Open ciur opened 3 years ago
I'm very excited for this future feature.
I spent hours trying to look for python libraries and other frameworks to be able to do this. I couldn't really find anything.
Some people where saying try to look for the about of whitespace or colour on the page and if less than 1-2% or so consider it blank. Whilst others were saying if the page size is low Kb consider it blank.
The day when I can scan in all my old files from the last 20 years and separate them with a blank page and automate filing will be a great day for my organization and a great day for recycling ;)
@browntownington
Some people where saying try to look for the about of whitespace or colour on the page and if less than 1-2% or so consider it blank.

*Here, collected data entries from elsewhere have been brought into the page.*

"""The PDF sheet set read back: title block, numbers against the results JSON, cautions, PDF qualities.

The PDF is parsed with pdfplumber and pypdf, independent readers of the file
(test-only dependencies), and rendered with pypdfium2 (PDFium).
"""

from __future__ import annotations

import hashlib
import io
import json
import re

import numpy as np
import pdfplumber
import pypdf
import pypdfium2
import pytest

from sheets.report.templates import load_template


def _pages_text(pdf_path) -> list[str]:
    with pdfplumber.open(pdf_path) as pdf:
        return [page.extract_text() or "" for page in pdf.pages]


def test_every_output_is_written_and_listed(built):
    path, result = built
    out = result.pdf.parent
    assert result.pdf.name == "girder.pdf" and result.passed
    for name in ("results.json", "csv/forces.csv", "csv/member_checks.csv", "csv/members.csv", "manifest.json",
                 "figures/form-model.pdf", "figures/loads-G.pdf", "figures/loads-Q.pdf"):
        assert (out / name).is_file(), name
    manifest = json.loads((out / "manifest.json").read_text())
    assert manifest["input_fingerprint"] == json.loads((out / "results.json").read_text())["project"]["fingerprint"]
    for name, digest in manifest["files"].items():
        assert hashlib.sha256((out / name).read_bytes()).hexdigest() == digest, name
    text = "\n".join(_pages_text(result.pdf))
    for name in manifest["files"]:
        if name != result.pdf.name:
            assert name in text, f"{name} is not listed in the PDF"


def test_title_block_and_footer_on_every_page(built):
    path, result = built
    doc = json.loads((result.pdf.parent / "results.json").read_text())
    fingerprint = doc["project"]["fingerprint"]
    pages = _pages_text(result.pdf)
    n = len(pages)
    assert n >= 8
    caution = load_template("a4-portrait").footer_caution
    for i, text in enumerate(pages, start=1):
        for value in ("Brackwater footbridge - main girder", "TEST-0042", "Warren girder G1, 12 m span",
                      "2026-09-14", "A. Testwright", "B. Reviewson", fingerprint, caution):
            assert value in text, f"page {i} lacks {value!r}"
        # the sheet number and the revision sit side by side in the title block
        assert re.search(rf"\b{i} of {n} C\b", text), f"page {i} lacks 'sheet {i} of {n}' and revision C"


def test_cautions_page_and_indicative_label(built):
    _, result = built
    pages = _pages_text(result.pdf)
    template = load_template("a4-portrait")
    cautions_page = next(t for t in pages if "Cautions and limitations\n" in t and "licensed" in t)
    flat = " ".join(cautions_page.split())
    for paragraph in template.cautions:
        assert " ".join(paragraph.split())[:60] in flat
    checks_page = next(t for t in pages if "Member checks (indicative)\n" in t)
    assert "not a code check" in checks_page


def _state_tables(pages: list[str]) -> dict[str, dict[str, float]]:
    """Member forces printed under each state heading: {state id: {member: force}}."""
    row = re.compile(r"^(\w+) (\w+)-(\w+) ([\d,.]+) (-?[\d,.]+) (tension|compression|zero)$")
    head = re.compile(r"^(?:Load case|Combination|Prestress) (\S+): ")
    tables: dict[str, dict[str, float]] = {}
    current = None
    for text in pages:
        for line in text.splitlines():
            m = head.match(line)
            if m:
                current = m.group(1)
                continue
            m = row.match(line)
            if m and current is not None:
                tables.setdefault(current, {})[m.group(1)] = float(m.group(5).replace(",", ""))
    return tables


def test_force_tables_equal_results_json(built):
    _, result = built
    doc = json.loads((result.pdf.parent / "results.json").read_text())
    tables = _state_tables(_pages_text(result.pdf))
    assert set(tables) == {s["id"] for s in doc["states"]}
    for state in doc["states"]:
        printed = tables[state["id"]]
        assert set(printed) == set(state["forces"])
        for member, value in state["forces"].items():
            # printed to 2 decimals in kN (the display unit named in the JSON)
            assert printed[member] == pytest.approx(round(value, 2), abs=0.0051), (state["id"], member)


def test_member_check_summary_equals_results_json(built):
    _, result = built
    doc = json.loads((result.pdf.parent / "results.json").read_text())
    governing = doc["member_checks"]["governing"]
    text = " ".join(" ".join(_pages_text(result.pdf)).split())
    assert f"{governing['member']}: utilisation {governing['utilisation']:.3f}" in text
    # and the CSV holds the same governing value for that member
    csv_text = (result.pdf.parent / "csv" / "member_checks.csv").read_text()
    line = next(r for r in csv_text.splitlines() if r.startswith(governing["member"] + ","))
    assert float(line.split(",")[-2]) == pytest.approx(governing["utilisation"])


def test_pdf_metadata_outline_and_embedded_fonts(built):
    _, result = built
    reader = pypdf.PdfReader(result.pdf)
    meta = reader.metadata
    assert meta.title == "Brackwater footbridge - main girder: Warren girder G1, 12 m span"
    assert meta.author == "A. Testwright"
    assert "revision C" in meta.get("/Keywords", "")
    assert meta.get("/CreationDate", "").startswith("D:20260914")  # the project date, not the clock
    titles = [item.title for item in reader.outline if not isinstance(item, list)]
    for title in ("Design basis", "The model", "Stability and determinacy", "Member checks (indicative)",
                  "Cautions and limitations"):
        assert title in titles
    fonts = {}
    for page in reader.pages:
        for font in (page.get("/Resources", {}).get("/Font", {}) or {}).values():
            font = font.get_object()
            fonts[font["/BaseFont"]] = font
    assert fonts
    for name, font in fonts.items():
        assert "Helvetica" not in name and "Times" not in name, name
        descendant = font["/DescendantFonts"][0].get_object() if "/DescendantFonts" in font else font
        descriptor = descendant["/FontDescriptor"].get_object()
        assert "/FontFile2" in descriptor, f"{name} is not embedded"


def test_figures_are_vectors(built):
    _, result = built
    with pdfplumber.open(result.pdf) as pdf:
        page = next(p for p in pdf.pages if "Form diagram: geometry, labels and supports" in (p.extract_text() or ""))
        assert not page.images  # a 2D figure carries no raster
        assert len(page.curves) + len(page.lines) > 50


def test_pages_render_and_are_not_blank(built):
    _, result = built
    pdf = pypdfium2.PdfDocument(str(result.pdf))
    try:
        for index in (0, len(pdf) // 2, len(pdf) - 1):
            image = np.asarray(pdf[index].render(scale=0.6).to_pil().convert("L"), dtype=float)
            ink = (image < 200).mean()
            assert 0.005 < ink < 0.5, f"page {index + 1} looks blank or black ({ink:.3%} ink)"
    finally:
        pdf.close()


def test_vector_figure_file_has_no_fonts_and_no_images(built):
    _, result = built
    reader = pypdf.PdfReader(result.pdf.parent / "figures" / "form-model.pdf")
    forms = [x.get_object() for x in reader.pages[0]["/Resources"]["/XObject"].values()]
    assert [f["/Subtype"] for f in forms] == ["/Form"]  # the figure is one form XObject (sheets.report.pdf_form)
    assert "/XObject" not in forms[0]["/Resources"]  # and it names no raster
    assert reader.pages[0].extract_text().strip() == ""  # labels are glyph outlines, not font text
    with pdfplumber.open(result.pdf.parent / "figures" / "form-model.pdf") as pdf:
        assert len(pdf.pages[0].curves) + len(pdf.pages[0].lines) > 50


def test_metadata_round_trips_through_a_second_reader(built):
    _, result = built
    with pdfplumber.open(io.BytesIO(result.pdf.read_bytes())) as pdf:
        assert pdf.metadata["Author"] == "A. Testwright"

Actually is way simpler than that. The trick is to detect blank pages not before OCR, but AFTER! The reason for that, is that when OCRing a blank page, the output text string will be empty i.e. no text on blank page :) The way I plan to "automatically delete blank pages" is simply deleting pages with successfully completed OCR but with no text extracted :) In technical terms, a page will be marked as blank page if after successful OCR this model field is empty :) - as simple as that :)
The way I plan to "automatically delete blank pages" is simply deleting pages with successfully completed OCR but with no text extracted :) In technical terms, a page will be marked as blank page if after successful OCR this model field is empty :) - as simple as that :)
Wouldn't that remove all pages with messy handwriting, pictures and and other hard to ocr contents?
The way I plan to "automatically delete blank pages" is simply deleting pages with successfully completed OCR but with no text extracted :) In technical terms, a page will be marked as blank page if after successful OCR this model field is empty :) - as simple as that :)
Wouldn't that remove all pages with messy handwriting, pictures and and other hard to ocr contents?
It actually works quite well. But it can work also work a little better with a combination. I made a blank page detection system that worked fairly well all things considered. It was for my personal Document Manager. I could share the code if this hasn't been solved through Automates. I think with a little modifying it would work fine with the current codebase.
@ciur
Post from reddit:
which brings up a common scenario. I created this issue to keep track of this valid use case and implemented in future releases.